_TASK_
Where the records below show the word "import" in a line, please copy that line.

---------- STORED DATA ----------

def chopra_newmark_recurrence(m, c, k, p, dt, gamma, beta):
    """Newmark's method for linear systems as tabulated in Chopra (2012), Table 5.4.2.

    Independent re-implementation in the textbook's incremental form (k̂, a, b).
    """
    n = len(p)
    u, v, a = np.zeros(n), np.zeros(n), np.zeros(n)
    a[0] = (p[0] - c * v[0] - k * u[0]) / m
    a1 = m / (beta * dt * dt) + gamma * c / (beta * dt)
    a2 = m / (beta * dt) + (gamma / beta - 1) * c
    a3 = (1 / (2 * beta) - 1) * m + dt * (gamma / (2 * beta) - 1) * c
    khat = k + a1
    for i in range(n - 1):
        phat = p[i + 1] + a1 * u[i] + a2 * v[i] + a3 * a[i]
        u[i + 1] = phat / khat
        v[i + 1] = (
            gamma / (beta * dt) * (u[i + 1] - u[i])
            + (1 - gamma / beta) * v[i]
            + dt * (1 - gamma / (2 * beta)) * a[i]
        )
        a[i + 1] = (
            (u[i + 1] - u[i]) / (beta * dt * dt) - v[i] / (beta * dt) - (1 / (2 * beta) - 1) * a[i]
        )
    return u


def chopra_central_difference(m, c, k, p, dt):
    """Central difference as tabulated in Chopra (2012), Table 5.3.1."""
    n = len(p)
    u = np.zeros(n + 1)
    a0 = (p[0] - k * 0.0) / m
    u_prev = 0.0 - dt * 0.0 + dt * dt / 2 * a0
    khat = m / dt**2 + c / (2 * dt)
    aa = m / dt**2 - c / (2 * dt)
    b = k - 2 * m / dt**2
    for i in range(n):
        nxt = (p[i] - aa * u_prev - b * u[i]) / khat
        u_prev, u[i + 1] = u[i], nxt
    return u[:n]


@pytest.mark.parametrize(
    ("method", "gamma", "beta"), [("newmark-average", 0.5, 0.25), ("newmark-linear", 0.5, 1 / 6)]
)
def test_newmark_matches_the_published_recurrence_at_dt_0_1(method, gamma, beta):
    """Same algorithm as Chopra (2012) Table 5.4.2 on the ch. 5 pulse problem, dt = 0.1 s.

    Two formulations of one algorithm: agreement to 1e-12 relative (round-off).
    """
    M, C, K, p, t, _ = pulse_problem(0.1, T=1.0)
    ours = get_method(method).integrate(M, C, K, p, 0.1).u[:, 0]
    ref = chopra_newmark_recurrence(M[0, 0], C[0, 0], K[0, 0], p[:, 0], 0.1, gamma, beta)
    assert np.max(np.abs(ours - ref)) < 1e-12 * np.max(np.abs(ref))


def test_central_difference_matches_the_published_recurrence_at_dt_0_1():
    """Same algorithm as Chopra (2012) Table 5.3.1 on the ch. 5 pulse problem, dt = 0.1 s."""
    M, C, K, p, t, _ = pulse_problem(0.1, T=1.0)
    ours = get_method("central-difference").integrate(M, C, K, p, 0.1).u[:, 0]
    ref = chopra_central_difference(M[0, 0], C[0, 0], K[0, 0], p[:, 0], 0.1)
    assert np.max(np.abs(ours - ref)) < 1e-12 * np.max(np.abs(ref))


def measured_numerical_frequency(method, Omega, steps=400):
    """Ω̄ from the integrated sequence: for a two-root recurrence u[n+1] + u[n-1] = 2cos(Ω̄)u[n].

    cos Ω̄ is fitted by least squares over the whole run, so it measures what
    integrate() does, not what the amplification-matrix code says.
    """
    dt = Omega  # omega = 1 rad/s
    sol = get_method(method).integrate(
        np.eye(1),
        np.zeros((1, 1)),
        np.eye(1),
        np.zeros((steps, 1)),
        dt,
        u0=np.array([1.0]),
        v0=np.array([0.3]),
    )
    u = sol.u[:, 0]
    c = np.dot(u[1:-1], u[2:] + u[:-2]) / (2 * np.dot(u[1:-1], u[1:-1]))
    return math.acos(c), float(np.max(np.abs(u)))


@pytest.mark.parametrize("Omega", [0.2, 0.5, 1.0, 1.5])
def test_average_acceleration_numerical_period(Omega):
    """ω̄Δt = 2 arctan(Ω/2), no amplitude decay (Hughes, The Finite Element Method, 1987, §9.3).

    Both the integrated run and the amplification matrix, to 1e-10 (round-off).
    """
    wbar, _ = measured_numerical_frequency("newmark-average", Omega)
    assert wbar == pytest.approx(2 * math.atan(Omega / 2), abs=1e-10)
    sp = get_method("newmark-average").spectral_properties(Omega)
    assert sp.numerical_omega_dt == pytest.approx(2 * math.atan(Omega / 2), abs=1e-12)
    assert sp.spectral_radius == pytest.approx(1.0, abs=1e-12)
    assert sp.period_error == pytest.approx(Omega / (2 * math.atan(Omega / 2)) - 1, abs=1e-12)


@pytest.mark.parametrize("Omega", [0.2, 0.5, 1.0, 1.5])
def test_central_difference_numerical_period(Omega):
    """ω̄Δt = 2 arcsin(Ω/2) for Ω < 2 (Hughes 1987, §9.3), to 1e-10 (round-off)."""
    wbar, _ = measured_numerical_frequency("central-difference", Omega)
    assert wbar == pytest.approx(2 * math.asin(Omega / 2), abs=1e-10)
    sp = get_method("central-difference").spectral_properties(Omega)
    assert sp.numerical_omega_dt == pytest.approx(2 * math.asin(Omega / 2), abs=1e-12)


def uniform_chain(n=6, m=2.0e5, k=3.0e8, h=3.5):
    from thist.structure import shear_chain

    return shear_chain([m] * n, [k] * n, [h] * n)


def test_uniform_shear_chain_frequencies_match_closed_form():
    """ω_j = 2√(k/m)·sin((2j−1)π/(2(2n+1))) for n equal stories on a fixed base
    (classical closed form for the fixed-free chain; e.g. Chopra 2012, ch. 12 problems).
    Tolerance 1e-10 relative: eigh is accurate to round-off for this small SPD problem.
    """
    n, m, k = 6, 2.0e5, 3.0e8
    s = uniform_chain(n, m, k)
    modes = thist.modal(s.M, s.K)
    j = np.arange(1, n + 1)
    ref = 2 * math.sqrt(k / m) * np.sin((2 * j - 1) * math.pi / (2 * (2 * n + 1)))
    np.testing.assert_allclose(modes.omegas, ref, rtol=1e-10)
    assert modes.effective_mass.sum() == pytest.approx(n * m, rel=1e-12)
    assert modes.cumulative_ratio[-1] == pytest.approx(1.0, rel=1e-12)
    # Mass-normalised shapes: Φᵀ M Φ = I.
    np.testing.assert_allclose(modes.shapes.T @ s.M @ modes.shapes, np.eye(n), atol=1e-12)


def build_rayleigh(structure, zeta, i, j):
    from thist.damping import rayleigh

    modes = thist.modal(structure.M, structure.K)
    return rayleigh(
        structure.M, structure.K, modes, zeta, modes.omegas[i - 1], modes.omegas[j - 1], "test"
    ), modes


def test_rayleigh_damping_hits_the_target_at_both_anchor_modes():
    """ζ(ω) = a0/(2ω) + a1ω/2 equals the target at the two anchors (Chopra 2012, §11.4),
    and lies below it between them. Tolerance 1e-12 (a 2x2 solve)."""
    d, modes = build_rayleigh(uniform_chain(), 0.05, 1, 3)
    assert d.ratios[0] == pytest.approx(0.05, rel=1e-12)
    assert d.ratios[2] == pytest.approx(0.05, rel=1e-12)
    assert d.ratios[1] < 0.05
    assert d.classical


@pytest.mark.parametrize("r", [0.5, 0.9, 1.0, 1.3, 2.0])
def test_harmonic_base_excitation_steady_state_amplitude(r):
    """Steady-state amplitude u0 = (m·a0/k)·R_d, R_d = 1/√((1−r²)² + (2ζr)²)
    (Chopra 2012, eq. 3.2.11 with p0 = −m·a0). Run 60 natural periods with ζ = 10 %
    so the transient decays below 1e-14 of itself; dt = T/400 makes the period
    error ~3e-5; tolerance 0.2 % of the amplitude.
    """
    zeta, Tn = 0.10, 0.5
    M, C, K, w = sdof(Tn, zeta)
    dt = Tn / 200
    t = np.arange(0, 36 * Tn, dt)
    a0 = 1.0
    ag = a0 * np.sin(r * w * t)
    h = thist.time_history(M, C, K, ag, dt, "newmark-average")
    tail = h.u[t > 30 * Tn, 0]
    Rd = 1 / math.sqrt((1 - r * r) ** 2 + (2 * zeta * r) ** 2)
    assert np.max(np.abs(tail)) == pytest.approx(a0 / w**2 * Rd, rel=2e-3)


@pytest.mark.parametrize(
    ("method", "factor"),
    [("central-difference", 1 / math.pi), ("newmark-linear", math.sqrt(3) / math.pi)],
)
def test_step_above_the_stability_limit_is_refused_and_below_it_runs_bounded(method, factor):
    """Central difference: Δt_cr = T_min/π (Ω ≤ 2); linear acceleration:
    Ω ≤ 1/√(γ/2 − β) = √12, Δt_cr = (√3/π)·T_min = 0.551·T_min (Newmark 1959; Chopra
    2012, §5.5). At 1.02× the check refuses and the unchecked recurrence really
    grows; at 0.98× the run stays bounded by its initial energy.
    """
    s = uniform_chain(5)
    modes = thist.modal(s.M, s.K)
    t_min = modes.periods[-1]
    assert thist.stability_limit(method, modes.omegas[-1]) == pytest.approx(
        factor * t_min, rel=1e-12
    )
    C = np.zeros_like(s.M)
    rng = np.random.default_rng(7)
    ag = 0.1 * rng.standard_normal(2000)
    with pytest.raises(thist.StabilityError, match=r"mode 5"):
        thist.time_history(s.M, C, s.K, ag, 1.02 * factor * t_min, method)
    h = thist.time_history(s.M, C, s.K, ag, 0.98 * factor * t_min, method)
    assert np.all(np.isfinite(h.u))
    # The unchecked algorithm above the limit: the highest mode grows without bound.
    m = get_method(method)
    n = 3000
    u0 = modes.shapes[:, -1] * 1e-3
    with pytest.raises(thist.StabilityError, match="(non-finite|physical bound)"):
        m.integrate(s.M, C, s.K, np.zeros((n, 5)), 1.02 * factor * t_min, u0=u0)
    ok = m.integrate(s.M, C, s.K, np.zeros((n, 5)), 0.98 * factor * t_min, u0=u0)
    assert np.max(np.abs(ok.u)) < 10 * np.max(np.abs(u0))


def test_average_acceleration_runs_at_five_times_t_min():
    """Average acceleration is unconditionally stable (2β ≥ γ ≥ ½; Newmark 1959): at
    Δt = 5·T_min the run is bounded by the initial energy (no growth, no decay)."""
    s = uniform_chain(5)
    modes = thist.modal(s.M, s.K)
    dt = 5 * modes.periods[-1]
    u0 = modes.shapes[:, -1] * 1e-3
    sol = get_method("newmark-average").integrate(
        s.M, np.zeros_like(s.M), s.K, np.zeros((2000, 5)), dt, u0=u0
    )
    energy = np.einsum("ti,ij,tj->t", sol.u, s.K, sol.u) + np.einsum(
        "ti,ij,tj->t", sol.v, s.M, sol.v
    )
    assert energy.max() == pytest.approx(energy[0], rel=1e-9)


def test_non_classically_damped_three_story_model_matches_solve_ivp():
    """A 3-story model with a non-classical damping matrix (a viscous damper in story 1
    only) on the first 6 s of the demo record vs scipy.integrate.solve_ivp (DOP853,
    rtol 1e-11, max_step = dt) with the record interpolated linearly, as thist does.
    Newmark average at dt <= T_min/100 has a period error ~3e-4 on the highest mode
    and ~1e-5 on the first; tolerance 0.2 % of the peak displacement.
    """
    from pathlib import Path

    from scipy.integrate import solve_ivp

    from thist.record import read_record, sample
    from thist.structure import shear_chain

    rec = read_record(
        Path(__file__).parent.parent / "inputs" / "records" / "alder-row-synthetic.txt",
        time_column="time_s",
        acceleration_column="accel_m_s2",
    )
    s = shear_chain([3e5, 3e5, 2e5], [4e8, 3e8, 2e8], [4, 3.5, 3.5])
    C = 0.002 * s.K
    C[0, 0] += 2.0e6  # the damper
    modes = thist.modal(s.M, s.K)
    modal_c = modes.shapes.T @ C @ modes.shapes
    assert np.max(np.abs(modal_c - np.diag(np.diag(modal_c)))) > 0.1 * np.max(modal_c)
    t_min = modes.periods[-1]
    dt = rec.dt / math.ceil(rec.dt / (t_min / 100))
    ex = sample(rec, dt, duration=6.0)
    h = thist.time_history(s.M, C, s.K, ex.ag, dt, "newmark-average")
    Minv = np.linalg.inv(s.M)
    t_rec = rec.time

    def rhs(tt, y):
        u, v = y[:3], y[3:]
        a_g = np.interp(tt, t_rec, rec.ag)
        return np.concatenate([v, Minv @ (-s.M @ np.ones(3) * a_g - C @ v - s.K @ u)])

    ref = solve_ivp(
        rhs,
        (0, ex.time[-1]),
        np.zeros(6),
        method="DOP853",
        t_eval=ex.time,
        rtol=1e-11,
        atol=1e-14,
        max_step=dt,
    )
    err = np.max(np.abs(h.u - ref.y[:3].T))
    print(f"max error / peak = {err / np.max(np.abs(ref.y[:3])):.2e}")
    assert err < 2e-3 * np.max(np.abs(ref.y[:3]))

----------

_OUTPUT OF THE EXERCISE_
    from thist.structure import shear_chain
    from thist.damping import rayleigh
    from pathlib import Path
    from scipy.integrate import solve_ivp
    from thist.record import read_record, sample
    from thist.structure import shear_chain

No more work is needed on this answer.